Studiare il Medio Oriente, ovvero l’area compresa tra Turchia e India, è particolarmente importante secondo Desset, perché è qui che sono apparse per la prima volta, a partire da 12.000 anni fa, l’agricoltura, l’allevamento, la metallurgia, la scrittura, le prime città.

“Tutti i tratti che definiscono la civiltà provengono dal Medio Oriente. Il consenso attuale dice che i primi esempi di scrittura provengono dalla Mesopotamia (quindi Iraq) e risalgono al 3300 a.C. Ma una delle conseguenze della decifrazione dell’Elamita lineare è che abbiamo scoperto che nello stesso periodo fu creato un sistema di scrittura parallelo in Iran”.

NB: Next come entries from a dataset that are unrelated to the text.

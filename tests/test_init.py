"""From a spreadsheet export to a first answer: ``gonogo init``, then ``check`` and ``run``.

Each export is written here the way an office suite or a supplier's portal writes it (xlsx,
semicolon with decimal comma, Latin-1/cp1252, day-first, month-first, ambiguous, timestamps with
changing offsets). ``init`` writes the starter scenario, the test fills in the four costs, and the
counts of ``run``'s cutoffs.csv at a few cutoffs are compared with counts computed here from the
file as pandas reads it with the options given explicitly: the reference is pandas' own reader
(a general-purpose library), not our loader. Invented frames are demo data; the real series come
from ``tests/realdata.py`` (datasets that ``arch`` and ``vega-datasets`` ship).
"""

from __future__ import annotations

import re
import tomllib

import numpy as np
import pandas as pd
import pytest
from typer.testing import CliRunner

from realdata import seattle_rain, sp500_up, wti_big_move
from simulator.cli import app

runner = CliRunner()
CUTOFFS = (0.2, 0.5, 0.8)
COSTS = {"hit": 100, "false_alarm": 100, "miss": 400, "correct_negative": 0}  # invented


def gonogo(*args):
    return runner.invoke(app, [str(a) for a in args])


def invented(n_days: int = 900, start: str = "2021-01-01", seed: int = 11) -> pd.DataFrame:
    """Invented daily forecasts (demo data): date (Timestamp), probability (2 decimals), outcome 0/1."""
    rng = np.random.default_rng(seed)
    dates = pd.date_range(start, periods=n_days, freq="D")
    p = np.round(rng.random(n_days), 2)
    return pd.DataFrame({"date": dates, "probability": p, "outcome": (rng.random(n_days) < p).astype(int)})


def fill_in_costs(scenario) -> None:
    text = scenario.read_text(encoding="utf-8")
    for key, value in COSTS.items():
        text = re.sub(rf'^{key} = "fill in"', f"{key} = {value}", text, flags=re.M)
    scenario.write_text(text, encoding="utf-8")


def expected_counts(dates: pd.Series, p: np.ndarray, outcome: np.ndarray, scenario) -> pd.DataFrame:
    """Counts at CUTOFFS over the rows inside the scenario's season, computed here (act when p >= cutoff)."""
    season = tomllib.loads(scenario.read_text(encoding="utf-8"))["season"]
    days = ["mon", "tue", "wed", "thu", "fri", "sat", "sun"]
    stamps = pd.DatetimeIndex(dates)
    inside = (np.isin(stamps.month, season["months"])
              & np.isin(stamps.day_of_week, [days.index(d) for d in season["weekdays"]]))
    p, y = p[inside], outcome[inside].astype(bool)
    rows = [{"cutoff": c, "hits": int((p >= c)[y].sum()), "false_alarms": int((p >= c)[~y].sum()),
             "misses": int((p < c)[y].sum()), "correct_negatives": int((p < c)[~y].sum())} for c in CUTOFFS]
    return pd.DataFrame(rows)


def init_check_run(tmp_path, history, expected_reader):
    """init -> (refused until the costs are filled in) -> check -> run; compare counts at CUTOFFS."""
    scenario = tmp_path / "starter.toml"
    made = gonogo("init", history, scenario)
    assert made.exit_code == 0, made.output
    assert "gonogo run" in made.stdout and "fill in the four costs" in made.stdout
    refused = gonogo("check", history, "--scenario", scenario)
    assert refused.exit_code == 2 and "fill in the four costs" in refused.stderr
    fill_in_costs(scenario)
    checked = gonogo("check", history, "--scenario", scenario)
    assert checked.exit_code == 0, checked.output
    out = tmp_path / "out"
    ran = gonogo("run", scenario, "--replicates", 20, "--out", out, "--quiet")
    assert ran.exit_code == 0, ran.output
    table = pd.read_csv(out / "cutoffs.csv")
    got = table[table["cutoff"].isin(CUTOFFS)][["cutoff", "hits", "false_alarms", "misses",
                                               "correct_negatives"]].reset_index(drop=True)
    dates, p, outcome = expected_reader()
    pd.testing.assert_frame_equal(got, expected_counts(dates, p, outcome, scenario), check_dtype=False)
    return scenario, made


# ------------------------------------------------------------------------------------------------
# each kind of export


def test_xlsx_workbook_runs_from_its_first_sheet(tmp_path):
    frame = invented()
    path = tmp_path / "forecasts.xlsx"
    with pd.ExcelWriter(path, engine="openpyxl") as book:
        frame.rename(columns={"date": "Day", "probability": "P(rain)", "outcome": "Rained"}).to_excel(
            book, sheet_name="Log", index=False)
        pd.DataFrame({"note": ["invented"]}).to_excel(book, sheet_name="Notes", index=False)

    def reader():
        read = pd.read_excel(path, sheet_name="Log", engine="openpyxl")
        return read["Day"], read["P(rain)"].to_numpy(), read["Rained"].to_numpy()

    scenario, made = init_check_run(tmp_path, path, reader)
    text = scenario.read_text()
    assert 'sheet = "Log"' in text and 'date_column = "Day"' in text and 'outcome_column = "Rained"' in text


def test_semicolon_decimal_comma_cp1252_export_of_real_rain_runs(tmp_path):
    # Seattle's daily weather (vega-datasets) with an honest forecast, exported as a German-language
    # office suite does: semicolons, decimal commas, day-first dates, cp1252 text
    real = seattle_rain()
    path = tmp_path / "regen.csv"
    pd.DataFrame({"Datum": pd.to_datetime(real["date"]).dt.strftime("%d.%m.%Y"),
                  "Wahrscheinlichkeit": real["probability"], "Niederschlag": real["outcome"],
                  "Bemerkung": "geprüft"}).to_csv(path, sep=";", decimal=",", index=False, encoding="cp1252")

    def reader():
        read = pd.read_csv(path, sep=";", decimal=",", encoding="cp1252")
        return pd.to_datetime(read["Datum"], format="%d.%m.%Y"), read["Wahrscheinlichkeit"].to_numpy(), \
            read["Niederschlag"].to_numpy()

    scenario, made = init_check_run(tmp_path, path, reader)
    text = scenario.read_text(encoding="utf-8")
    for line in ('separator = ";"', 'decimal = ","', 'encoding = "cp1252"', 'date_format = "%d.%m.%Y"'):
        assert line in text


def test_latin1_comma_export_with_accented_headers_runs(tmp_path):
    frame = invented(seed=12)
    path = tmp_path / "prévisions.csv"
    frame.assign(date=frame["date"].dt.strftime("%Y-%m-%d")).rename(
        columns={"probability": "probabilité", "outcome": "gelée"}).to_csv(path, index=False, encoding="latin-1")

    def reader():
        read = pd.read_csv(path, encoding="latin-1")
        return pd.to_datetime(read["date"]), read["probabilité"].to_numpy(), read["gelée"].to_numpy()

    scenario, _ = init_check_run(tmp_path, path, reader)
    assert 'probability_column = "probabilité"' in scenario.read_text(encoding="utf-8")


def test_day_first_dates_are_found_when_a_day_is_over_12(tmp_path):
    frame = invented(seed=13)
    path = tmp_path / "daily.csv"
    frame.assign(date=frame["date"].dt.strftime("%d/%m/%Y")).to_csv(path, index=False)

    def reader():
        read = pd.read_csv(path)
        return pd.to_datetime(read["date"], format="%d/%m/%Y"), read["probability"].to_numpy(), \
            read["outcome"].to_numpy()

    scenario, _ = init_check_run(tmp_path, path, reader)
    assert 'date_format = "%d/%m/%Y"' in scenario.read_text()


def test_month_first_export_of_real_trading_days_runs(tmp_path):
    # S&P 500 trading days (arch), exported month-first as US office settings write dates; the
    # weekend is absent, so init's season keeps Monday to Friday
    real = sp500_up()
    path = tmp_path / "index_up.csv"
    real.assign(date=pd.to_datetime(real["date"]).dt.strftime("%m/%d/%Y")).to_csv(path, index=False)

    def reader():
        read = pd.read_csv(path)
        return pd.to_datetime(read["date"], format="%m/%d/%Y"), read["probability"].to_numpy(), \
            read["outcome"].to_numpy()

    scenario, _ = init_check_run(tmp_path, path, reader)
    text = scenario.read_text()
    assert 'date_format = "%m/%d/%Y"' in text
    assert 'weekdays = ["mon", "tue", "wed", "thu", "fri"]' in text


def test_timestamps_with_summer_and_winter_offsets_count_on_their_local_date(tmp_path):
    # crude-oil moves (arch) with the forecast issued at 00:30 local time in a zone with summer time:
    # the offset changes twice a year, and the UTC date is the day before the local date
    real = wti_big_move().iloc[-1500:]
    local = pd.to_datetime(real["date"]) + pd.Timedelta(minutes=30)
    stamps = local.dt.tz_localize("Europe/Berlin", nonexistent="shift_forward", ambiguous=False)
    path = tmp_path / "moves.csv"
    real.assign(date=[s.isoformat() for s in stamps]).to_csv(path, index=False)
    assert {"+01:00", "+02:00"} <= {s[-6:] for s in pd.read_csv(path)["date"]}

    def reader():  # the local date is the text before the "T"
        read = pd.read_csv(path)
        return pd.to_datetime(read["date"].str[:10], format="%Y-%m-%d"), read["probability"].to_numpy(), \
            read["outcome"].to_numpy()

    init_check_run(tmp_path, path, reader)


def test_tab_separated_utf8_with_byte_order_mark_runs(tmp_path):
    frame = invented(seed=14)
    path = tmp_path / "export.txt"
    frame.assign(date=frame["date"].dt.strftime("%Y-%m-%d")).to_csv(path, sep="\t", index=False,
                                                                     encoding="utf-8-sig")

    def reader():
        read = pd.read_csv(path, sep="\t", encoding="utf-8-sig")
        return pd.to_datetime(read["date"]), read["probability"].to_numpy(), read["outcome"].to_numpy()

    scenario, _ = init_check_run(tmp_path, path, reader)
    assert 'separator = "\\t"' in scenario.read_text()


def test_ambiguous_dates_are_left_for_the_user_to_choose(tmp_path):
    # the first twelve days of each month: every date reads both day-first and month-first
    frame = invented(n_days=1100, seed=15)
    frame = frame[frame["date"].dt.day <= 12].reset_index(drop=True)
    path = tmp_path / "twelve.csv"
    frame.assign(date=frame["date"].dt.strftime("%d/%m/%Y")).to_csv(path, index=False)
    scenario = tmp_path / "starter.toml"
    made = gonogo("init", path, scenario)
    assert made.exit_code == 0, made.output
    text = scenario.read_text()
    assert '# date_format = "%d/%m/%Y"' in text and '# date_format = "%m/%d/%Y"' in text
    fill_in_costs(scenario)
    refused = gonogo("check", path, "--scenario", scenario)
    assert refused.exit_code == 2
    message = refused.stderr.strip()
    assert len(message.splitlines()) == 1
    # rows 3 and 4 of the file (frame rows 1 and 2): 02/01/2021 and 03/01/2021
    assert "'02/01/2021' (row 3) and '03/01/2021' (row 4)" in message
    assert 'set [history] date_format = "%d/%m/%Y" or "%m/%d/%Y"' in message
    scenario.write_text(text.replace('# date_format = "%d/%m/%Y"', 'date_format = "%d/%m/%Y"'))
    fill_in_costs(scenario)
    assert gonogo("check", path, "--scenario", scenario).exit_code == 0


def test_value_column_gets_a_threshold_marked_as_a_choice(tmp_path):
    frame = invented(seed=16)
    rng = np.random.default_rng(16)
    path = tmp_path / "levels.csv"
    frame.assign(date=frame["date"].dt.strftime("%Y-%m-%d"), level_m=np.round(rng.gamma(2.0, 1.0, len(frame)), 2)
                 ).drop(columns="outcome").to_csv(path, index=False)
    scenario = tmp_path / "starter.toml"
    assert gonogo("init", path, scenario).exit_code == 0
    config = tomllib.loads(scenario.read_text())["history"]
    assert config["value_column"] == "level_m" and config["side"] == "above"
    assert config["threshold"] == pytest.approx(float(pd.read_csv(path)["level_m"].median()))


# ------------------------------------------------------------------------------------------------
# what init refuses


def test_init_never_overwrites_a_scenario_without_force(tmp_path):
    path = tmp_path / "h.csv"
    invented().assign(date=lambda f: f["date"].dt.strftime("%Y-%m-%d")).to_csv(path, index=False)
    scenario = tmp_path / "mine.toml"
    scenario.write_text("# my own work\n")
    refused = gonogo("init", path, scenario)
    assert refused.exit_code == 2 and "already exists; give --force" in refused.stderr
    assert scenario.read_text() == "# my own work\n"
    assert gonogo("init", path, scenario, "--force").exit_code == 0
    assert "fill in" in scenario.read_text()


def test_init_refuses_a_file_without_probabilities_in_one_line(tmp_path):
    path = tmp_path / "h.csv"
    invented().assign(date=lambda f: f["date"].dt.strftime("%Y-%m-%d"),
                      probability=lambda f: f["probability"] * 100).to_csv(path, index=False)
    result = gonogo("init", path, tmp_path / "s.toml")
    assert result.exit_code == 2 and "no column holds probabilities" in result.stderr
    assert not (tmp_path / "s.toml").exists()


def test_results_go_to_outputs_named_after_the_scenario_file(tmp_path, monkeypatch):
    path = tmp_path / "h.csv"
    invented().assign(date=lambda f: f["date"].dt.strftime("%Y-%m-%d")).to_csv(path, index=False)
    monkeypatch.chdir(tmp_path)
    assert gonogo("init", "h.csv", "north yard.toml").exit_code == 0
    fill_in_costs(tmp_path / "north yard.toml")
    ran = gonogo("run", "north yard.toml", "--replicates", 20)
    assert ran.exit_code == 0, ran.output
    assert (tmp_path / "outputs" / "north yard" / "summary.json").exists()
    assert ran.stdout.strip().splitlines()[-1].startswith("Wrote ")
    assert "outputs/north yard/" in ran.stdout.strip().splitlines()[-1]


def test_odd_column_names_are_written_as_valid_toml(tmp_path):
    # quotes, a backslash, a control character and console markup in headers stay plain text
    names = {"date": 'day "local"', "probability": "P(rain) \\ supplier\x7f", "outcome": "[bold]wet[/bold]"}
    path = tmp_path / "odd.csv"
    invented().assign(date=lambda f: f["date"].dt.strftime("%Y-%m-%d")).rename(columns=names).to_csv(
        path, index=False)
    scenario = tmp_path / "odd.toml"
    made = gonogo("init", path, scenario)
    assert made.exit_code == 0, made.output
    config = tomllib.loads(scenario.read_text(encoding="utf-8"))["history"]
    assert (config["date_column"], config["probability_column"], config["outcome_column"]) == tuple(names.values())
    assert "[bold]wet[/bold]" in made.stdout
    fill_in_costs(scenario)
    assert gonogo("check", path, "--scenario", scenario).exit_code == 0


def test_weekly_history_gets_no_weekdays_and_runs(tmp_path):
    # a forecast a week (invented): weekdays apply to daily histories only
    frame = invented(n_days=7 * 300, seed=17).iloc[::7].reset_index(drop=True)
    path = tmp_path / "weekly.csv"
    frame.assign(date=frame["date"].dt.strftime("%Y-%m-%d")).to_csv(path, index=False)
    scenario = tmp_path / "weekly.toml"
    made = gonogo("init", path, scenario)
    assert made.exit_code == 0, made.output
    assert "weekdays" not in tomllib.loads(scenario.read_text())["season"]
    assert "a row weekly" in scenario.read_text()
    fill_in_costs(scenario)
    ran = gonogo("run", scenario, "--replicates", 20, "--out", tmp_path / "out", "--quiet")
    assert ran.exit_code == 0, ran.output


def test_newest_forecast_without_an_outcome_yet_is_found_then_named_by_check(tmp_path):
    frame = invented(seed=18).assign(date=lambda f: f["date"].dt.strftime("%Y-%m-%d")).astype(str)
    frame.loc[len(frame) - 1, "outcome"] = ""  # tomorrow's forecast: no outcome yet
    path = tmp_path / "log.csv"
    frame.to_csv(path, index=False)
    scenario = tmp_path / "log.toml"
    assert gonogo("init", path, scenario).exit_code == 0
    assert 'outcome_column = "outcome"' in scenario.read_text()
    fill_in_costs(scenario)
    result = gonogo("check", path, "--scenario", scenario)
    assert result.exit_code == 2
    assert f'row {len(frame) + 1}, column "outcome": the outcome is missing' in result.stderr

Desset nota che sebbene l’evoluzione delle due scritture sia stata indipendente, sembra abbiano seguito un percorso analogo; è possibile quindi, secondo una sua ipotesi, che gli uni conoscessero qualcosa del sistema di scrittura degli altri.

Se dunque fino ad ora si pensava che prima fosse stata creata la scrittura mesopotamica e poi quella iraniana, Desset sostiene che i due sistemi fossero contemporanei: “Le due scritture non sono madre e figlia, sono sorelle. Questo cambia completamente la prospettiva sul fenomeno della scrittura nel Medio Oriente e sulla sua comprensione”.